Looking to Buy? Ditch Brooklyn and Cozy Up To Queens

If you want to buy an apartment or house in New York, you may want to forget about Brooklyn (seriously, fuhgeddaboudit) and stake your claim in Astoria, Forest Hills or Flushing. 

The median price for a new home in Brooklyn is a wallet-busting $570,110, an 11-year high, according to a new report on fourth-quarter sales from the real estate firm Douglas Elliman. In Queens, the median price is a relative steal: $372,700.

Real estate appraiser Jonathan Miller says both boroughs had a lot of sales toward the end of 2013 and have low inventory, so buying in Queens is no cakewalk, but median sales prices in Brooklyn are rising more than four times as fast. 
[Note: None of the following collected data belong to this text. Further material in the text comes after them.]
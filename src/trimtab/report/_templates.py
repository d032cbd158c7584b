"""The Jinja2 environment of the HTML views (templates shipped in this package, autoescaped), and
the rows its partials lay out.

Partials under ``templates/partials/`` lay out rows taken from the report's tables (top trades,
binding limits, factor exposures, warnings); the live what-if page (``trimtab explore``) renders its
sections from them. The rows hold numbers; the templates format them with the filters of
:mod:`trimtab.report._filters` (registered once, in :func:`environment`) and escape every value.
"""

from __future__ import annotations

import functools
import math
from collections.abc import Mapping
from typing import Any

import pandas as pd

from jinja2 import Environment, PackageLoader, StrictUndefined

from trimtab.report._filters import bp, num, number, pct, register

__all__ = ["binding_rows", "bp", "environment", "exposure_rows", "num", "number", "pct", "render", "render_cards",
           "render_trades", "trade_rows", "warning_rows"]


@functools.cache
def environment() -> Environment:
    """One environment per process, shared by the HTML report and the explore page: package templates,
    every value escaped, undefined names an error, and the number filters of :mod:`._filters`."""
    env = Environment(
        loader=PackageLoader("trimtab.report", "templates"),
        autoescape=True,
        undefined=StrictUndefined,
        trim_blocks=True,
        lstrip_blocks=True,
        keep_trailing_newline=False,
    )
    register(env)
    return env


def render(name: str, **context: Any) -> str:
    """Render the template ``name`` (a path under ``templates/``) with ``context``."""
    return environment().get_template(name).render(**context)


# ---------------------------------------------------------------------- rows for the partials
def exposure_rows(table: pd.DataFrame | None) -> list[dict[str, Any]]:
    """Factor exposures before and after (columns group, pre, post, change), largest after first."""
    if table is None or table.empty:
        return []
    order = table["post"].abs().sort_values(ascending=False).index
    scale = float(table[["pre", "post"]].abs().max().max()) if "pre" in table.columns else float(table["post"].abs().max())
    rows = []
    for factor in order:
        row = table.loc[factor]
        pre = number(row.get("pre"))
        post = number(row.get("post"))
        rows.append({
            "factor": str(factor), "group": str(row.get("group", "")),
            "pre": pre, "post": post, "change": number(row.get("change")),
            "pre_bar": _bar(pre, scale), "post_bar": _bar(post, scale),
        })
    return rows


def trade_rows(table: pd.DataFrame | None) -> list[dict[str, Any]]:
    """The largest trades: asset, side, weight before and after, trade, and shares when known
    (numbers; :data:`TRADE_COLUMNS` says how each is printed)."""
    if table is None or table.empty:
        return []
    rows = []
    for asset, row in table.iterrows():
        trade = number(row.get("trade")) or 0.0
        rows.append({
            "asset": str(asset), "side": "buy" if trade > 0 else "sell",
            "before": row.get("initial_weight"), "after": row.get("target_weight"),
            "trade": trade, "shares": number(row.get("shares")),
        })
    return rows


#: The page's trade columns: key, heading, numeric, and the filter that prints the value (:mod:`._filters`).
TRADE_COLUMNS = (("asset", "Asset", False), ("side", "Side", False), ("before", "Before", True, ["pct"]),
                 ("after", "After", True, ["pct"]), ("trade", "Trade", True, ["pct"]),
                 ("shares", "Shares", True, ["count", ""]))


def render_trades(rows: list[dict[str, Any]], *, caption: str, columns: Any = TRADE_COLUMNS, empty: str | None = None,
                  css: str = "trades") -> str:
    """The top-trades partial: ``columns`` as (key, heading, numeric[, filter spec]), ``rows`` keyed by
    column (values printed through the column's filter spec, ``[name, *arguments]``; as they are
    without one), ``css`` the table's class."""
    spec = [{"key": key, "label": label, "numeric": numeric, "format": list(rest[0]) if rest else None}
            for key, label, numeric, *rest in columns]
    context: dict[str, Any] = {"rows": rows, "columns": spec, "caption": caption, "css": css}
    if empty is not None:
        context["empty"] = empty
    return render("partials/top_trades.html.j2", **context)


def render_cards(cards: list[dict[str, Any]]) -> str:
    """The headline-cards partial: each card a label, a value and a note (key names the figure).

    A card's ``format`` is the filter spec its value is printed with (``["pct", 1]``; none: the value
    is text); its ``note`` is text or a list of text and :func:`trimtab.report._filters.piece` numbers."""
    return render("partials/headline.html.j2", cards=cards)


def binding_rows(table: pd.DataFrame | None) -> list[dict[str, Any]]:
    """Binding limits: name, the value it binds at (with the filter spec for its unit: percent with three
    decimals for weights and fractions, else four decimals), how many rows bind and the shadow price."""
    if table is None or table.empty:
        return []
    rows = []
    for _, row in table.iterrows():
        unit = str(row.get("unit", ""))
        count = number(row.get("n_binding"))
        asset = row.get("asset")
        rows.append({
            "name": str(row.get("name", "")), "kind": str(row.get("kind", "")),
            "value": row.get("value"),
            "value_format": ["pct", 3] if unit.startswith(("weight", "fraction")) or unit == "annualised volatility" else ["num", 4],
            "where": "" if asset is None or (isinstance(asset, float) and math.isnan(asset)) else f"{asset}" + (f" and {int(count) - 1} more" if count and count > 1 else ""),
            "shadow_price": row.get("shadow_price"),
        })
    return rows


def warning_rows(result: Any) -> list[dict[str, str]]:
    """The result's warnings (when it carries any) as kind and message."""
    items = getattr(result, "warnings", None)
    if not isinstance(items, (list, tuple)):
        return []
    rows = []
    for item in items:
        record = item.as_dict() if hasattr(item, "as_dict") else item if isinstance(item, Mapping) else {"message": str(item)}
        rows.append({"kind": str(record.get("kind", "note")).replace("_", " "), "message": str(record.get("message", ""))})
    return rows



def _bar(value: float | None, scale: float) -> float:
    """A signed bar length in percent of half the cell (for the exposure table)."""
    if value is None or not scale:
        return 0.0
    return round(50.0 * value / scale, 2)
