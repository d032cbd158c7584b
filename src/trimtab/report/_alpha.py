"""The report's section on the alpha and the risk model: how much of the alpha the factors span, the
factors that carry it, and whether the risk figures include the alpha factor (docs/model.md)."""

from __future__ import annotations

from typing import Any

from trimtab.report._html_parts import _e, _table

#: How many factors the section lists.
SHOWN_FACTORS = 5


def alpha_lines(subject: Any) -> list[str]:
    """Plain sentences for a rebalance result with an alpha objective (empty otherwise)."""
    aligned = getattr(subject, "alpha_alignment", None)
    if aligned is None:
        return []
    lines = [
        f"The model's factors span {aligned.spanned_share:.1%} of the alpha (uncentred R² of alpha on the exposures); "
        f"{aligned.unspanned_share:.1%} is outside the span, which the model prices as specific, diversifiable risk."
    ]
    details = getattr(subject, "alpha_factor", None)
    if details:
        lines.append(
            f"Risk figures include the alpha factor: one more factor along the unspanned alpha, volatility "
            f"{details['volatility']:.2%} a year, uncorrelated with the others (Ceria, Saxena and Stubbs 2012); the "
            "tracking-error cap and every risk figure in this report use the augmented model."
        )
    else:
        lines.append("Risk figures use the model's own factors (no alpha_factor in the scenario).")
    return lines


def alpha_context_line(subject: Any) -> list[str]:
    """One opening line: the alpha's spanned share, and whether risk includes the alpha factor."""
    aligned = getattr(subject, "alpha_alignment", None) if subject is not None else None
    if aligned is None:
        return []
    details = getattr(subject, "alpha_factor", None)
    if details:
        return [f"Risk includes the alpha factor ({details['volatility']:.2%} a year along the {aligned.unspanned_share:.1%} "
                "of the alpha outside the factor span): the tracking-error cap and every risk figure use the augmented model"]
    return [f"Alpha: {aligned.spanned_share:.1%} spanned by the model's factors, {aligned.unspanned_share:.1%} outside "
            "(priced as specific risk; scenario key alpha_factor prices it)"]


def alpha_html(subject: Any, heading: str, key: str) -> str:
    """The section, or '' for a result without an alpha objective."""
    lines = alpha_lines(subject)
    if not lines:
        return ""
    aligned = subject.alpha_alignment
    table = aligned.factors.head(SHOWN_FACTORS)
    paragraphs = "".join(f'<p class="note">{_e(line)}</p>' for line in lines)
    # the warning suggests the alpha factor: moot when the risk figures include it
    shown = () if getattr(subject, "alpha_factor", None) else aligned.warnings
    warnings = "".join(f"<p><strong>Warning:</strong> {_e(text)}</p>" for text in shown)
    return (
        f'<{heading} id="{key}-alpha">Alpha and the risk model</{heading}>' + paragraphs + warnings
        + _table(table, {"implied_return": "fraction", "share_of_alpha": "fraction"}, "Factor",
                 caption=f"The {len(table)} factors carrying most of the alpha: the factor returns it implies "
                         "(annualised) and their shares of it (the shares add up to the spanned share).")
    )
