"""The Jinja2 environment of the HTML views: templates shipped in this package, autoescaped.

Partials under ``templates/partials/`` lay out rows a caller has already formatted; the live
what-if page (``trimtab explore``) renders its sections from them.
"""

from __future__ import annotations

import functools
from typing import Any

from jinja2 import Environment, PackageLoader, StrictUndefined


@functools.cache
def environment() -> Environment:
    """One environment per process: package templates, every value escaped, undefined names an error."""
    return Environment(
        loader=PackageLoader("trimtab.report", "templates"),
        autoescape=True,
        undefined=StrictUndefined,
        trim_blocks=True,
        lstrip_blocks=True,
        keep_trailing_newline=False,
    )


def render(name: str, **context: Any) -> str:
    """Render the template ``name`` (a path under ``templates/``) with ``context``."""
    return environment().get_template(name).render(**context)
Miller has even taken to calling Queens "the new Brooklyn" because it's proving a draw for people fleeing Manhattan, where prices are through the roof (of your tiny studio apartment). 

"People are being priced out of Brooklyn now, and Queens is a viable option," he said. 

Of course, if you're like most New Yorkers, you're a renter. 

Fortunately, the median rent in Manhattan is no longer going up and up as people have come to expect.

Unfortunately, it's still $3,100 a month, which gets you a 1200-ft 3-bedroom in Washington Heights or a 1-bedroom half that size in the West Village (as long you don't have pets).

It will be easier to find a place — the vacancy rate in Manhattan is at its highest level in more than 7 years — but Jonathan Miller says renters shouldn't get their hopes up. 

"I think rents, while they're not rising as quickly in the near future, I don't expect them to decline quickly either," he said.

The median rental price in Brooklyn is $2,660, only a slight uptick from the same period last year.

According to Miller, rent prices in Manhattan and Brooklyn have remained in check due to the large number of sales in both boroughs. When people purchase homes, they take some of the steam out the rental market.